> _Exercise brief_: Two lines in the data below mark the range: the one with "stands: hold, try" and the one with "an alarm; kappa". Return both, along with every line between them, exactly.

=== Data under study ===

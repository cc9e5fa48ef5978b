"""Studies: many simulated nights, on request. `python -m tests.studies NAME [--nights N] [--json PATH]`."""
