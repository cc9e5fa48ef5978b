"""Links: every reply belongs to its command, or the command fails loudly."""

from __future__ import annotations

import threading
from collections.abc import Callable, Iterator, Mapping
from dataclasses import dataclass, field, replace

import numpy as np
import pytest

from daq.devices.clock import RealClock
from daq.devices.links import Link
from daq.devices.wire import Wire
from daq.errors import DeviceError
from daq.ports import Clock
from simulators.clock import VirtualClock
from simulators.hosts import Host, Listener, Send, Session, run_real, serve

S = 1_000_000_000
ADDRESS = "tcp://127.0.0.1:7802"
IDENTITY = "LANTERN,COUNTER,1"
WIRE = Wire(identity="*IDN?", identity_reply=r"LANTERN,\w+,\d+")
JOIN_S = 30.0

Fault = tuple[str, float]


@dataclass
class Device:
    """Counts the questions it is asked; `faults` spoil the reply to the n-th line, from 1."""

    clock: Clock
    faults: Mapping[int, Fault] = field(default_factory=dict)
    identity: str = IDENTITY
    lines: int = 0
    asked: list[int] = field(default_factory=list)
    fed: list[bytes] = field(default_factory=list)
    boxed: bool = False  # late replies go to the newest connection
    sends: list[Send] = field(default_factory=list)

    def session(self, send: Send) -> Session:
        self.sends.append(send)
        return DeviceSession(self, send)

    def reply(self, line: bytes) -> bytes:
        """`N?` gives a number of its own to every question, so that no reply can pass for another."""
        if line == b"N?":
            self.asked.append(len(self.asked) + 1)
            return b"%d\n" % self.asked[-1]
        replies = {b"BUSY?": b"0\n", b"ARM": b"ok\n", b"LONG?": b"x" * 300 + b"\n", b"ENDLESS?": b"x" * 300}
        return self.identity.encode() + b"\n" if line == b"*IDN?" else replies.get(line, b"")


class DeviceSession:
    def __init__(self, device: Device, send: Send) -> None:
        self._device, self._send, self._rest = device, send, b""

    def feed(self, data: bytes) -> bytes:
        self._device.fed.append(data)
        *lines, self._rest = (self._rest + data).split(b"\n")
        return b"".join(self._answer(line) for line in lines)

    def _answer(self, line: bytes) -> bytes:
        self._device.lines += 1
        kind, seconds = self._device.faults.get(self._device.lines, ("none", 0.0))
        reply = self._device.reply(line)
        if kind == "late":
            clock = self._device.clock
            clock.call_at(clock.now_ns() + round(seconds * S), lambda: self._send_late(reply))
        spoilt = {"silent": b"", "late": b"", "half": reply[:-2], "garbage": b"\xff?\n", "doubled": reply * 2}
        return spoilt.get(kind, reply)

    def _send_late(self, reply: bytes) -> None:
        send = self._device.sends[-1] if self._device.boxed else self._send
        send(reply)


class BlindLink(Link):
    """A link that does not look before a command: it resynchronises only after an upset."""

    def _step_in(self, urgent: int) -> None:
        if self._in_step_at != urgent:
            self._resync(b"", urgent)
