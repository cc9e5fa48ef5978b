"""Draws of the project's own studies, obtained as `tercet study` obtains any."""

from __future__ import annotations

import tempfile
from collections.abc import Mapping
from pathlib import Path
from typing import Any

from daq.estimate.arrays import FloatArray
from daq.scale.job import job_of
from daq.scale.study import Runner, carry_out, draws_of, here
from tests.studies.bench import SEED

BLOCK = 5


def drawn(
    kernel: str, draws: int, parameters: Mapping[str, Any], runner: Runner = here
) -> dict[str, FloatArray]:
    """Return every row of a kernel of this package by column."""
    job = job_of(f"tests.studies.{kernel}", parameters, SEED, draws)
    with tempfile.TemporaryDirectory() as folder:
        found = carry_out(job, Path(folder), BLOCK, runner)
        if found.failed:
            raise RuntimeError(found.failed[0].why)
        return {name: column.ravel() for name, column in draws_of(job, Path(folder)).items()}
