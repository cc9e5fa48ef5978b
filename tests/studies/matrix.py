"""The fault matrix: what each kind of fault costs a short run, and which test says what is done about it."""

from __future__ import annotations

import json
import tempfile
from collections.abc import Mapping
from contextlib import suppress
from pathlib import Path
from typing import Any

from daq.errors import DaqError
from daq.service import start
from daq.service.load import NO_WISHES, load
from daq.storage.feed import read_feed
from daq.storage.log import read_log
from daq.storage.reader import open_visits
from tests.examples import CONFIGS
from tests.studies.chaos import LIMIT, with_gauge

AT_S = 400.0
MOVING_AT_S = 400.7  # the mask is on its way then
SMALL = (
    ("number = 41 ", "number = 5 "),
    ("start_mm = -12.8", "start_mm = -2.56"),
    ("stop_mm = 12.8", "stop_mm = 2.56"),
    ("laps = 38", "laps = 8"),
)
_NIGHT, _HOLD, _RUNS = "tests/daq/service/test_night.py", "tests/daq/service/test_holding.py", "tests/runs"
_REPLY = (
    "asked again where that is safe, else the stand again",
    f"{_NIGHT}::test_after_a_fault_the_stand_is_repeated_whole_and_the_run_goes_on",
)
_LINK = (
    "links opened anew with growing waits, then the stand again; 4 h, then park",
    f"{_NIGHT}::test_a_lost_link_is_closed_and_opened_again",
)
_BENCH = (
    "stop, beam out, hold for a person at the bench; 2 h, then park",
    f"{_HOLD}::test_an_axis_with_an_alarm_or_without_its_reference_waits_for_a_person",
)
# kind -> the fault, what is done about it, the test that says so
FAULTS: Mapping[str, tuple[Mapping[str, Any], str, str]] = {
    **{
        kind: ({"kind": kind, "device": "counter", "at_s": AT_S}, *_REPLY)
        for kind in ("silent", "half", "garbage", "double")
    },
    "late by 0.8 s": ({"kind": "late", "device": "counter", "seconds": 0.8, "at_s": AT_S}, *_REPLY),
    "one refusal": (
        {"kind": "nak", "device": "stages", "at_s": AT_S},
        "the state is read, then the stand again; 20 s, then park",
        f"{_NIGHT}::test_a_refusal_is_tried_again_once_and_parks_when_it_stays",
    ),
    "link lost for 30 s": ({"kind": "drop", "device": "counter", "seconds": 30.0, "at_s": AT_S}, *_LINK),
    "link lost for 600 s": ({"kind": "drop", "device": "stages", "seconds": 600.0, "at_s": AT_S}, *_LINK),
    "alarm": ({"kind": "alarm", "device": "stages", "at_s": AT_S}, *_BENCH),
    "stall in a move": (
        {"kind": "stall", "axis": "mask", "at_s": MOVING_AT_S},
        "the stand again, whole",
        f"{_HOLD}::test_a_stand_that_a_rule_refuses_is_measured_again_once",
    ),
    "slip that the encoder sees": (
        {"kind": "slip", "axis": "detector", "size_mm": 0.2, "at_s": AT_S},
        "the stand again; six in a row: hold for the bench",
        f"{_HOLD}::test_an_axis_that_is_astray_in_six_stands_waits_for_a_person",
    ),
    "overflow": (
        {"kind": "overflow", "device": "counter", "at_gate": 100},
        "the stand again, whole",
        f"{_HOLD}::test_a_stand_that_a_rule_refuses_is_measured_again_once",
    ),
    "beam off for 300 s": (
        {"kind": "beam-off", "seconds": 300.0, "at_s": AT_S},
        "after two dark stands: hold, try the next stand after 1, 2, 5 min; 2 h, then park",
        f"{_HOLD}::test_without_light_the_run_holds_tries_the_next_stand_and_goes_on_when_it_is_back",
    ),
    "pressure too high for 300 s": (
        {"kind": "trip", "device": "gauge", "seconds": 300.0, "factor": 1e6, "at_s": AT_S},
        "hold until good for settle_s; 2 h, then park",
        f"{_HOLD}::test_a_sensor_out_of_its_band_holds_until_it_has_been_good_for_long_enough",
    ),
    "clock step of an hour": (
        {"kind": "clock-step", "step_s": 3600.0, "at_s": AT_S},
        "noted; run time does not follow that clock",
        "tests/daq/devices/test_clock_steps.py::test_a_step_changes_no_live_time_no_gate_and_no_count",
    ),
}
# What no fault script can do: by its own tests.
OTHERS: Mapping[str, tuple[str, str]] = {
    "interlock open": (
        "as an alarm; never cleared from afar",
        f"{_HOLD}::test_an_interlock_stops_the_stages_and_is_cleared_at_the_bench_only",
    ),
    "detector overload": (
        "as an alarm; kappa is in doubt",
        f"{_HOLD}::test_an_overloaded_detector_is_shut_off_and_puts_kappa_in_doubt",
    ),
    "disk nearly full": (
        "warned of, held below 1 GB, ended below 0.2 GB",
        f"{_HOLD}::test_a_disk_with_next_to_no_room_ends_the_run_cleanly",
    ),
    "service killed": (
        "gone on with: the interrupted stand again",
        f"{_RUNS}/test_service.py::"
        "test_a_booked_run_is_started_once_though_its_service_is_killed_and_it_ends_by_its_time",
    ),
    "restarted three times in an hour": (
        "ends after the lap",
        f"{_HOLD}::test_a_program_that_was_restarted_three_times_within_the_hour_ends_after_the_lap",
    ),
    "network away": (
        "messages wait in the lab book",
        "tests/daq/service/test_messages.py::test_a_dead_server_loses_nothing",
    ),
    "page killed or left": (
        "the run goes on; a page whose service is gone ends",
        "tests/dashboard/test_main.py::test_the_page_ends_with_whoever_started_it",
    ),
}


def study(nights: int = len(FAULTS)) -> dict[str, Any]:
    """Return what each fault costs; `nights` limits how many are tried."""
    quiet_s, _, _ = _run(None)
    rows: dict[str, Any] = {}
    for kind, (fault, reaction, test) in list(FAULTS.items())[:nights]:
        run_s, ended, repeated = _run(fault)
        rows[kind] = {
            "reaction": reaction,
            "lost_s": run_s - quiet_s,
            "repeated": repeated,
            "ended": ended,
            "test": test,
        }
    for kind, (reaction, test) in OTHERS.items():
        rows[kind] = {"reaction": reaction, "test": test}
    about = "Lantern at 5 positions, 8 laps, the fault at 400 s; time lost against the same run without it"
    return {"about": about, "rows": rows}


def _run(fault: Mapping[str, Any] | None) -> tuple[float, str, int]:
    """Return how long a run with a fault took [s], how it ended, and how many visits were repeated."""
    with tempfile.TemporaryDirectory() as folder:
        lab = Path(folder)
        _describe(lab, fault)
        loaded = load(lab / "night.toml", NO_WISHES).with_faults(lab / "faults.toml")
        with suppress(DaqError):  # the feed says why it ended
            start.begin(loaded, lab, start.Wanted("direct"))
        (run,) = (lab / "runs").iterdir()
        visits = open_visits(run)
        ended = (read_feed(run) or {}).get("ended") or {}
        took_s = max(entry["run_ns"] for entry in read_log(run) if "run_ns" in entry) / 1e9
        return took_s, str(ended.get("reason", "")), int((visits["attempt"].values > 1).sum())


def _describe(lab: Path, fault: Mapping[str, Any] | None) -> None:
    (lab / "dialects").mkdir()
    (lab / "dialects" / "text-gauge.toml").write_bytes(
        (CONFIGS / "dialects" / "text-gauge.toml").read_bytes()
    )
    (lab / "rig.toml").write_text(with_gauge((CONFIGS / "rigs" / "lantern.toml").read_text()))
    text = (CONFIGS / "lantern.toml").read_text()
    for old, new in SMALL:
        assert old in text, old
        text = text.replace(old, new)
    (lab / "night.toml").write_text(text.replace('"rigs/lantern.toml"', '"rig.toml"') + LIMIT)
    lines = ["seed = 1\n"]
    if fault is not None:
        lines += ["[[fault]]\n", *(f"{key} = {json.dumps(value)}\n" for key, value in fault.items())]
    (lab / "faults.toml").write_text("".join(lines))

===

> _Output for this exercise_:
        "after two dark stands: hold, try the next stand after 1, 2, 5 min; 2 h, then park",
        f"{_HOLD}::test_without_light_the_run_holds_tries_the_next_stand_and_goes_on_when_it_is_back",
    ),
    "pressure too high for 300 s": (
        {"kind": "trip", "device": "gauge", "seconds": 300.0, "factor": 1e6, "at_s": AT_S},
        "hold until good for settle_s; 2 h, then park",
        f"{_HOLD}::test_a_sensor_out_of_its_band_holds_until_it_has_been_good_for_long_enough",
    ),
    "clock step of an hour": (
        {"kind": "clock-step", "step_s": 3600.0, "at_s": AT_S},
        "noted; run time does not follow that clock",
        "tests/daq/devices/test_clock_steps.py::test_a_step_changes_no_live_time_no_gate_and_no_count",
    ),
}
# What no fault script can do: by its own tests.
OTHERS: Mapping[str, tuple[str, str]] = {
    "interlock open": (
        "as an alarm; never cleared from afar",
        f"{_HOLD}::test_an_interlock_stops_the_stages_and_is_cleared_at_the_bench_only",
    ),
    "detector overload": (
        "as an alarm; kappa is in doubt",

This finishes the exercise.